Interestingly, in regions of the world where malaria is endemic, heterozygotes have a fitness advantage over normal homozygotes. This is because the rupturing of red blood cells disrupts the life cycle of the malaria parasite, which reduces the severity of disease symptoms. The HgbS homozygotes, unfortunately, are deprived of this benefit, and actually experience more severe malaria symptoms than normal homozygotes.

Task C.

Study the codes above and annotate them as before.
Modify these codes to explore how the evolutionary dynamics might change in the presence of malaria.
Generate histograms showing plausible distributions of allele frequencies in regions where malaria is present and where it is absent.
Show how these distributions depend on population size.

Underdominance

Underdominance refers to the situation where the heterozygote has a fitness that is depressed relative to that of either homozygote.

Task D.

Modify the above codes (using the multinomial approximation) to explore the dynamics associated with underdominance. Specifically, quantify how (a) the magnitude of the heterozygote fitness depression and (b) the initial allele frequencies affect the evolutionary outcome.
Explain your findings in biological terms.

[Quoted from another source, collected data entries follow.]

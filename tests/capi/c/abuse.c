/* Every way to call the C interface wrongly that it promises to answer: a status, the argument and index it is about, and
 * outputs that stay as they were. Prints the number of checks; exits 1 at the first that fails. */
#include "hence.h"

#include <math.h>
#include <stdio.h>
#include <stdlib.h>
#include <string.h>

static int checks = 0;

#define CHECK(condition)                                                                                               \
  do {                                                                                                                 \
    checks++;                                                                                                          \
    if (!(condition)) {                                                                                                \
      fprintf(stderr, "line %d: %s\n", __LINE__, #condition);                                                          \
      exit(1);                                                                                                         \
    }                                                                                                                  \
  } while (0)

/* The call has this status, about this argument and index, in the struct too. */
#define REFUSED(call, status, where, at)                                                                               \
  do {                                                                                                                 \
    memset(&error, 0x55, sizeof error);                                                                                \
    error.struct_size = sizeof error;                                                                                  \
    CHECK((call) == (status));                                                                                         \
    CHECK(error.code == (status));                                                                                     \
    CHECK(error.argument == (where));                                                                                  \
    CHECK(error.index == (at));                                                                                        \
    CHECK(strlen(error.message) > 0 && strlen(error.message) < sizeof error.message);                                  \
    CHECK(error.struct_size == sizeof error);                                                                          \
  } while (0)

/* No output of an array function is touched unless it succeeds. */
#define UNTOUCHED CHECK(out[0] == -7.0 && out[1] == -7.0 && out[2] == -7.0 && one == -7.0)
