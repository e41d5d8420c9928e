import type { Moments } from './moments.ts';
import type { Motion } from './motion.ts';
import { applied, dominantEigenvector } from './small-matrix.ts';

/**
 * The continuous parameters of a hypothesis, about a point where M ≈ B C A: an offset a on the reference side (A ← A
 * exp(−[a×])), an offset b on the body side (B ← exp(−[b×]) B), a lag, and the logarithm of a scale of the numbers.
 */
export const REFERENCE_OFFSET = 0;
export const BODY_OFFSET = 3;
export const LAG = 6;
export const SCALE = 7;
export const PARAMETERS = 8;

/** J ᵀJ, Jᵀr and Σ |r|² of r = b + C a − ω lag + (∂r/∂ scale) scale. Rotation vectors in rad. */
export interface NormalEquations {
  readonly count: number;
  readonly information: Float64Array;
  readonly gradient: Float64Array;
  readonly squaredError: number;
  readonly hasLag: boolean;
  readonly hasScale: boolean;
}

/** The same sums with the numbers divided by e^step and by e^−step. */
export interface ScaledMoments {
  readonly step: number;
  readonly up: Moments;
  readonly down: Moments;
  /** Σ of the squared turn, rad², that a step of the scale makes. */
  readonly squaredTurn: number;
}

/** Sums that depend on the point alone. */
interface PointSums {
  readonly squaredError: number;
  readonly body: readonly [number, number, number];
  readonly reference: readonly [number, number, number];
  readonly lag: number;
}

const half = new Float64Array(81);

function sumsAt(moments: Moments, b: Float64Array, a: Float64Array): PointSums {
  const { cross, crossRate } = moments;
  // half[k,l,k',n] = Σ_m M[k,l] C[m,n] B[k',m]
  for (let kl = 0; kl < 9; kl++) for (let i = 0; i < 3; i++) for (let n = 0; n < 3; n++) {
    half[9 * kl + 3 * i + n] = cross[9 * kl + n]! * b[3 * i]! + cross[9 * kl + 3 + n]! * b[3 * i + 1]! + cross[9 * kl + 6 + n]! * b[3 * i + 2]!;
  }
  // x = Σ M (BCA)ᵀ, y = Σ (BCA)ᵀ M
  const x = (k: number, i: number): number => {
    let sum = 0;
    for (let l = 0; l < 3; l++) for (let n = 0; n < 3; n++) sum += half[9 * (3 * k + l) + 3 * i + n]! * a[3 * n + l]!;
    return sum;
  };
  const y = (j: number, l: number): number => {
    let sum = 0;
    for (let k = 0; k < 3; k++) for (let n = 0; n < 3; n++) sum += half[9 * (3 * k + l) + 3 * k + n]! * a[3 * n + j]!;
    return sum;
  };
  let lag = 0;
  if (crossRate) {
    for (let k = 0; k < 3; k++) for (let l = 0; l < 3; l++) for (let m = 0; m < 3; m++) for (let n = 0; n < 3; n++) {
      lag -= 0.5 * crossRate[9 * (3 * k + l) + 3 * m + n]! * b[3 * k + m]! * a[3 * n + l]!;
    }
  }
  return {
    squaredError: Math.max(0, moments.squares / 2 - x(0, 0) - x(1, 1) - x(2, 2)),
    body: [(x(1, 2) - x(2, 1)) / 2, (x(2, 0) - x(0, 2)) / 2, (x(0, 1) - x(1, 0)) / 2],
    reference: [(y(1, 2) - y(2, 1)) / 2, (y(2, 0) - y(0, 2)) / 2, (y(0, 1) - y(1, 0)) / 2],
    lag,
  };
}

/** @param b - B, @param a - A, nine numbers each. */
export function normalEquations(moments: Moments, motion: Motion, b: Float64Array, a: Float64Array, scaled: ScaledMoments | null): NormalEquations {
  const at = sumsAt(moments, b, a);
  const h = new Float64Array(PARAMETERS * PARAMETERS);
  const gradient = new Float64Array(PARAMETERS);
  const set = (i: number, j: number, value: number): void => { h[PARAMETERS * i + j] = h[PARAMETERS * j + i] = value; };
  gradient.set(at.reference, REFERENCE_OFFSET);
  gradient.set(at.body, BODY_OFFSET);
  const c = motion.sumMatrix;
  for (let i = 0; i < 3; i++) {
    set(REFERENCE_OFFSET + i, REFERENCE_OFFSET + i, moments.count);
    set(BODY_OFFSET + i, BODY_OFFSET + i, moments.count);
    for (let j = 0; j < 3; j++) {
      let sum = 0;
      for (let m = 0; m < 3; m++) for (let n = 0; n < 3; n++) sum += b[3 * i + m]! * c[3 * m + n]! * a[3 * n + j]!;
      set(BODY_OFFSET + i, REFERENCE_OFFSET + j, sum);
    }
  }
  const hasLag = moments.crossRate !== null;
  if (hasLag) {
    gradient[LAG] = at.lag;
    set(LAG, LAG, motion.sumSquareRate);
    const inBody = applied(b, ...(motion.sumBodyRate as unknown as [number, number, number]));
    const [p, q, r] = motion.sumReferenceRate as unknown as [number, number, number];
    for (let i = 0; i < 3; i++) {
      set(BODY_OFFSET + i, LAG, -inBody[i]!);
      set(REFERENCE_OFFSET + i, LAG, -(a[i]! * p + a[3 + i]! * q + a[6 + i]! * r));
    }
  }
  if (scaled) {
    const up = sumsAt(scaled.up, b, a);
    const down = sumsAt(scaled.down, b, a);
    const { step } = scaled;
    gradient[SCALE] = (down.squaredError - up.squaredError) / (4 * step);
    set(SCALE, SCALE, scaled.squaredTurn / (step * step));
    for (let i = 0; i < 3; i++) {
      set(REFERENCE_OFFSET + i, SCALE, (down.reference[i]! - up.reference[i]!) / (2 * step));
      set(BODY_OFFSET + i, SCALE, (down.body[i]! - up.body[i]!) / (2 * step));
    }
    set(LAG, SCALE, (down.lag - up.lag) / (2 * step));
  }
  return { count: moments.count, information: h, gradient, squaredError: at.squaredError, hasLag, hasScale: scaled !== null };
}

/** How large each parameter may be at all: a ridge that keeps what the data do not tell at rest. rad, rad, s, ln. */
const RANGE = [1, 1, 1, 1, 1, 1, 2, 0.5];
/**
 * A direction that the others take over all but for the curvature of the rotations, which is of the order of the mean
 * square residual, is not known by what is left of it: a ridge of so many times that share of its information.
 */
const CURVATURE = 10;
const MOST_CURVATURE = 0.1;
/**
 * A scale shrinks the noise with the numbers, so its gradient is off by up to ten times Σ |r|² for no reason. A ridge of
 * this many times N Σ |r|² keeps that from explaining more than about one sample's noise; where the motion shows a scale
 * at all, its information is far larger.
 */
const SHRINKAGE = 100;

export interface Solution {
  /** All eight; 0 where not freed. */
  readonly parameters: Float64Array;
  /** How much freeing them lowers Σ |r|². */
  readonly explained: number;
  readonly freed: readonly number[];
}

/** Places of the parameters of some blocks, those left out that these equations do not have. */
export function placesOf(blocks: readonly number[], { hasLag, hasScale }: NormalEquations): number[] {
  return blocks.flatMap((block) => {
    if (block === LAG) return hasLag ? [LAG] : [];
    if (block === SCALE) return hasScale ? [SCALE] : [];
    return [block, block + 1, block + 2];
  });
}

/** @param variance - of a component of r, rad²: the scale of the ridge. */
export const solve = (equations: NormalEquations, freed: readonly number[], variance: number): Solution =>
  solved(equations, freed, variance, Math.min(MOST_CURVATURE, (CURVATURE * equations.squaredError) / equations.count));

/** The step of Newton's from where the parameters are, without the ridges that keep a test from false gains. */
export const stepOf = (equations: NormalEquations, freed: readonly number[], variance: number): Float64Array => solved(equations, freed, variance, 0).parameters;

/** Information that is less than this part of what a parameter has alone is finite differences and curvature. */
const LEAST_SHARE = 1e-5;

/**
 * Standard deviation, worst direction, of the parameters from `from` on with all of `freed` free; their range where the
 * others can take them over.
 */
export function deviationOf(equations: NormalEquations, freed: readonly number[], from: number, size: number, variance: number): number {
  const inverse = inverseInformation(equations, freed, variance);
  const first = freed.indexOf(from);
  const block = new Float64Array(size * size);
  for (let i = 0; i < size; i++) for (let j = 0; j < size; j++) block[size * i + j] = inverse[freed.length * (first + i) + first + j]!;
  const worst = block.slice();
  dominantEigenvector(worst, size);
  const largest = Math.max(...Array.from({ length: size }, (_, i) => worst[(size + 1) * i]!));
  const alone = equations.information[(PARAMETERS + 1) * from]!;
  const share = Math.max(LEAST_SHARE, (CURVATURE * equations.squaredError) / equations.count);
  return largest * alone * share > 1 || alone === 0 ? RANGE[from]! : Math.min(RANGE[from]!, Math.sqrt(largest * variance));
}

const factor = new Float64Array(PARAMETERS * PARAMETERS);

/** Cholesky's factor of the information matrix of the freed parameters, with its ridges, row by row with stride PARAMETERS. */
function factorise({ information, squaredError, count }: NormalEquations, freed: readonly number[], variance: number, curvature: number): void {
  const ridge = Math.max(variance, 1e-12 * count);
  for (let i = 0; i < freed.length; i++) {
    const p = freed[i]!;
    for (let j = 0; j <= i; j++) {
      let sum = information[PARAMETERS * p + freed[j]!]!;
      if (i === j) {
        sum += ridge / RANGE[p]! ** 2 + curvature * sum;
        if (p === SCALE && curvature > 0) sum += SHRINKAGE * count * squaredError;
      }
      for (let k = 0; k < j; k++) sum -= factor[PARAMETERS * i + k]! * factor[PARAMETERS * j + k]!;
      // Below the ridge only by rounding.
      factor[PARAMETERS * i + j] = i === j ? Math.sqrt(Math.max(sum, 0.1 * ridge)) : sum / factor[PARAMETERS * j + j]!;
    }
  }
}

function solved(equations: NormalEquations, freed: readonly number[], variance: number, curvature: number): Solution {
  factorise(equations, freed, variance, curvature);
  const n = freed.length;
  const y = new Float64Array(PARAMETERS);
  let explained = 0;
  for (let i = 0; i < n; i++) {
    let sum = equations.gradient[freed[i]!]!;
    for (let k = 0; k < i; k++) sum -= factor[PARAMETERS * i + k]! * y[k]!;
    y[i] = sum / factor[(PARAMETERS + 1) * i]!;
    explained += y[i]! * y[i]!;
  }
  const parameters = new Float64Array(PARAMETERS);
  for (let i = n - 1; i >= 0; i--) {
    let sum = y[i]!;
    for (let k = i + 1; k < n; k++) sum -= factor[PARAMETERS * k + i]! * parameters[freed[k]!]!;
    parameters[freed[i]!] = sum / factor[(PARAMETERS + 1) * i]!;
  }
  return { parameters, explained, freed };
}

/** Inverse of the information matrix of the freed parameters, n × n, no ridge but the range's; times σ² their covariance. */
export function inverseInformation(equations: NormalEquations, freed: readonly number[], variance: number): Float64Array {
  const n = freed.length;
  const inverse = new Float64Array(n * n);
  for (let column = 0; column < n; column++) {
    const { parameters } = solved({ ...equations, gradient: unit(freed[column]!) }, freed, variance, 0);
    for (let i = 0; i < n; i++) inverse[n * i + column] = parameters[freed[i]!]!;
  }
  return inverse;
}

function unit(place: number): Float64Array {
  const out = new Float64Array(PARAMETERS);
  out[place] = 1;
  return out;
}
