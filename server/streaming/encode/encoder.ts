import type { AttitudeWarning } from '#shared/attitude/warnings.ts';
import type { Refusal } from '../refusal.ts';

/** What an answer says at its end. */
export interface Closing {
  readonly attitudes: number;
  readonly warnings: readonly AttitudeWarning[];
}

/** Writes attitudes in one content type. Everything it gives is bytes that can be sent one after another. */
export interface Encoder {
  /** Before the first row. */
  readonly opening: Uint8Array;
  rows(numbers: Float64Array): Uint8Array;
  /** The first so many rows of what `rows` gave. */
  cut(encoded: Uint8Array, rows: number): Uint8Array;
  /** After the last row. */
  closing(closing: Closing): Uint8Array;
  /** In place of the row refused. */
  refusal(refusal: Refusal, requestId: string): Uint8Array;
}

export const NOTHING = new Uint8Array(0);
const NEW_LINE = 10;

/** The first so many lines of a text. */
export function cutLines(encoded: Uint8Array, lines: number): Uint8Array {
  let end = 0;
  for (let i = 0; i < lines; i++) end = encoded.indexOf(NEW_LINE, end) + 1;
  return encoded.subarray(0, end);
}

Important Note: You will turn in each draft of your report via the course Canvas site. Upload both the Rmarkdown document and a PDF version of your report. Choose the filenames according to the following formula: Challenge_X-Y.Z where X is the challenge problem number, Y is the draft number (1, 2, or 3), and Z is the appropriate extension (.Rmd or .pdf).